For active immunization, the antigens are usually presented in an immunogenic formulation to provide a vaccine. Antigens mimicking the targets have either similarities in the primary and secondary sequence of the targets or fragments thereof. Mimotopes or mimotopic antigens, however, have similarities in the tertiary structure of the target.
Although many products have been developed for the treatment of cancer there is still a high demand on providing substances which have improved characteristics compared to the already known substances. In particular, in the field of vaccination, there is a need in products that are highly immunogenic, easily reproducible and highly effective, but do not cause severe side effects.
WO 02/32404 (Consejo Superior de Investigaciones Scientificas) discloses nanoparticles formed from metal or semiconductor atoms in which ligands comprising carbohydrates are covalently linked to the core of the nanoparticles.
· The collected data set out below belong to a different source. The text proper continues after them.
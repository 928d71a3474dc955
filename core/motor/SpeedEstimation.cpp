#include "core/motor/SpeedEstimation.h"

#include "core/dsp/Peaks.h"
#include "core/dsp/Zoom.h"
#include "core/util/Sums.h"

#include <algorithm>
#include <cmath>

namespace humwise::motor {
namespace {

double confidenceOf(double prominence) {
    if (!(prominence > 1)) return 0.0;
    return std::min(0.95, 1.0 - 1.0 / prominence);
}

// The strongest peak in [lo, hi] that stands at least `minProminence` above its floor.
std::optional<dsp::Peak> strongestIn(const dsp::Spectrum& s, double lo, double hi, double minProminence = 3.0) {
    dsp::PeakRequest r;
    r.maxPeaks = 1;
    r.minFrequencyHz = lo;
    r.maxFrequencyHz = hi;
    r.minProminence = minProminence;
    const auto p = dsp::findPeaks(s, r);
    if (p.empty()) return std::nullopt;
    return p.front();
}

std::vector<dsp::Peak> peaksIn(const dsp::Spectrum& s, double lo, double hi, double minProminence, std::size_t count) {
    dsp::PeakRequest r;
    r.maxPeaks = count;
    r.minFrequencyHz = lo;
    r.maxFrequencyHz = hi;
    r.minProminence = minProminence;
    return dsp::findPeaks(s, r);
}

} // namespace

double maxPlausibleSlip(const Nameplate& n) {
    const double rated = ratedSlip(n).value_or(0.03);
    return std::clamp(2.5 * rated, 0.04, 0.25);
}

std::optional<LineFrequencyEstimate> estimateSupplyFrequency(std::span<const double> current, double fs, double nominalHz,
                                                             bool driveFed) {
    const auto zoom = dsp::ZoomTransform::of(current, fs);
    if (!zoom.ok()) return std::nullopt;
    return estimateSupplyFrequency(current, zoom.value(), nominalHz, driveFed);
}

std::optional<LineFrequencyEstimate> estimateSupplyFrequency(std::span<const double> current, const dsp::ZoomTransform& zoom,
                                                             double nominalHz, bool driveFed) {
    if (current.size() != zoom.recordLength()) return std::nullopt; // not this record's transform
    const double fs = zoom.sampleRateHz();
    double centre = nominalHz;
    double span = std::min(10.0, nominalHz);
    if (driveFed) {
        // A drive may run anywhere: find the strongest line first on a coarse spectrum.
        dsp::SpectrumRequest coarse;
        coarse.resolutionHz = std::max(0.25, fs / static_cast<double>(current.size()));
        coarse.fmaxHz = std::min(fs / 2.56, 160.0);
        auto s = dsp::averagedSpectrum(current, fs, coarse);
        if (!s.ok()) return std::nullopt;
        const auto p = strongestIn(s.value(), 3.0, 150.0, 1.0);
        if (!p) return std::nullopt;
        centre = p->frequencyHz;
        span = 4.0 * s.value().resolutionHz + 1.0;
    }
    auto zs = zoom.band(centre, span, dsp::SpectrumScale::Rms);
    if (!zs.ok()) return std::nullopt;
    // The supply line must dominate a stator current (or voltage): at least 20 dB above the floor
    // and a quarter of the signal's power; otherwise there is no supply line to speak of.
    const auto p = strongestIn(zs.value(), centre - span / 2, centre + span / 2, 10.0);
    if (!p) return std::nullopt;
    const double meanSquare = util::meanAndDeviations(current).about.squares / static_cast<double>(current.size());
    if (p->amplitude * p->amplitude < 0.25 * meanSquare) return std::nullopt;
    return LineFrequencyEstimate{p->frequencyHz, p->amplitude, confidenceOf(p->prominence)};
}

std::optional<SpeedEstimate> speedFromVibration(const dsp::Spectrum& s, double syncHz, double maxSlip) {
    const double lo = syncHz * (1.0 - maxSlip), hi = syncHz * (1.0 - 2e-4);
    const auto p = strongestIn(s, lo, hi);
    if (!p) return std::nullopt;
    double confidence = confidenceOf(p->prominence);
    // A 2X where it should be confirms the choice.
    if (strongestIn(s, 2 * p->frequencyHz - 2 * s.resolutionHz, 2 * p->frequencyHz + 2 * s.resolutionHz)) confidence = std::min(0.97, confidence + 0.05);
    return SpeedEstimate{p->frequencyHz, "vibration_1x", confidence};
}

std::optional<SpeedEstimate> speedFromEccentricity(const dsp::Spectrum& s, double lineHz, double syncHz, double maxSlip) {
    const double frLo = syncHz * (1.0 - maxSlip), frHi = syncHz * (1.0 - 2e-4);
    const double tol = 2.0 * s.resolutionHz;
    const auto upper = peaksIn(s, lineHz + frLo, lineHz + frHi, 3.0, 5);
    const bool lowerUsable = lineHz - frHi > 2.0; // on 2-pole motors f - fr sits near DC
    std::optional<SpeedEstimate> best;
    double bestScore = 0;
    for (const auto& u : upper) {
        const double fr = u.frequencyHz - lineHz;
        double score = u.prominence, frEstimate = fr;
        double confidence = 0.8 * confidenceOf(u.prominence);
        if (lowerUsable) {
            const auto l = strongestIn(s, lineHz - fr - tol, lineHz - fr + tol);
            if (!l) continue; // eccentricity puts a line on both sides
            frEstimate = 0.5 * (fr + (lineHz - l->frequencyHz));
            score = std::min(u.prominence, l->prominence);
            confidence = confidenceOf(score);
        }
        if (score > bestScore) {
            bestScore = score;
            best = SpeedEstimate{frEstimate, "current_eccentricity", confidence};
        }
    }
    return best;
}

std::optional<SpeedEstimate> speedFromSlotHarmonic(const dsp::Spectrum& s, double lineHz, int poles, int bars, double maxSlip) {
    const double p = poles / 2.0, r = bars;
    std::optional<SpeedEstimate> best;
    for (int nu : {+1, -1}) {
        const double fAtSync = lineHz * (r / p + nu), fAtMax = lineHz * (r * (1 - maxSlip) / p + nu);
        const double lo = std::min(fAtSync, fAtMax), hi = std::max(fAtSync, fAtMax) - 1e-3;
        if (lo <= 0 || hi > s.frequencyHz(s.lineCount() - 1)) continue;
        const auto peak = strongestIn(s, lo, hi, 4.0);
        if (!peak) continue;
        const double slip = 1.0 - (p / r) * (peak->frequencyHz / lineHz - nu);
        const double confidence = 0.9 * confidenceOf(peak->prominence);
        if (!best || confidence > best->confidence)
            best = SpeedEstimate{lineHz / p * (1.0 - slip), "slot_harmonic", confidence};
    }
    return best;
}

std::optional<SpeedEstimate> speedFromSlipSidebands(const dsp::Spectrum& zoom, double lineHz, int poles, double maxSlip) {
    const double tol = 2.0 * zoom.resolutionHz;
    // Symmetric pairs around f also come from load or supply oscillations: ask for clear lines
    // and keep the confidence low, below that of any direct method.
    const auto lower = peaksIn(zoom, lineHz * (1 - 2 * maxSlip), lineHz - std::max(4 * zoom.resolutionHz, lineHz * 4e-4), 5.0, 5);
    std::optional<SpeedEstimate> best;
    double bestScore = 0;
    for (const auto& l : lower) {
        const double delta = lineHz - l.frequencyHz;
        const auto u = strongestIn(zoom, lineHz + delta - tol, lineHz + delta + tol, 5.0);
        if (!u) continue;
        const double score = std::min(l.prominence, u->prominence);
        // Rotor-asymmetry sidebands are of similar size (within 10 dB); a lone pair far apart in
        // level is more likely two unrelated lines.
        if (std::max(l.amplitude, u->amplitude) > 3.16 * std::min(l.amplitude, u->amplitude)) continue;
        if (score > bestScore) {
            bestScore = score;
            const double slip = 0.5 * (delta + (u->frequencyHz - lineHz)) / (2 * lineHz);
            best = SpeedEstimate{lineHz / (poles / 2.0) * (1 - slip), "slip_sidebands", 0.5 * confidenceOf(score)};
        }
    }
    return best;
}

std::optional<double> loadFromSlip(double slip, double lineHz, const Nameplate& n) {
    const auto rated = ratedSlip(n);
    if (!rated || !(*rated > 0) || !(n.supplyHz > 0)) return std::nullopt;
    return std::max(0.0, 100.0 * (slip * lineHz) / (*rated * n.supplyHz));
}

} // namespace humwise::motor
These nanoparticles are used for modulating carbohydrate mediated interactions and are soluble and non-toxic. PCT application claiming priority from GB-A-0313259.4 (Consejo Superior de Investigaciones Scientificas and Midatech Limited) discloses magnetic nanoparticles having cores comprising passive and magnetic metal atoms, the core being covalently linked to ligands. GB application 0411537.4 (Consejo Superior de Investigaciones Scientificas and Midatech Limited) discloses nanoparticles including magnetic nanoparticles which are conjugated to RNA ligands, in particular siRNA ligands.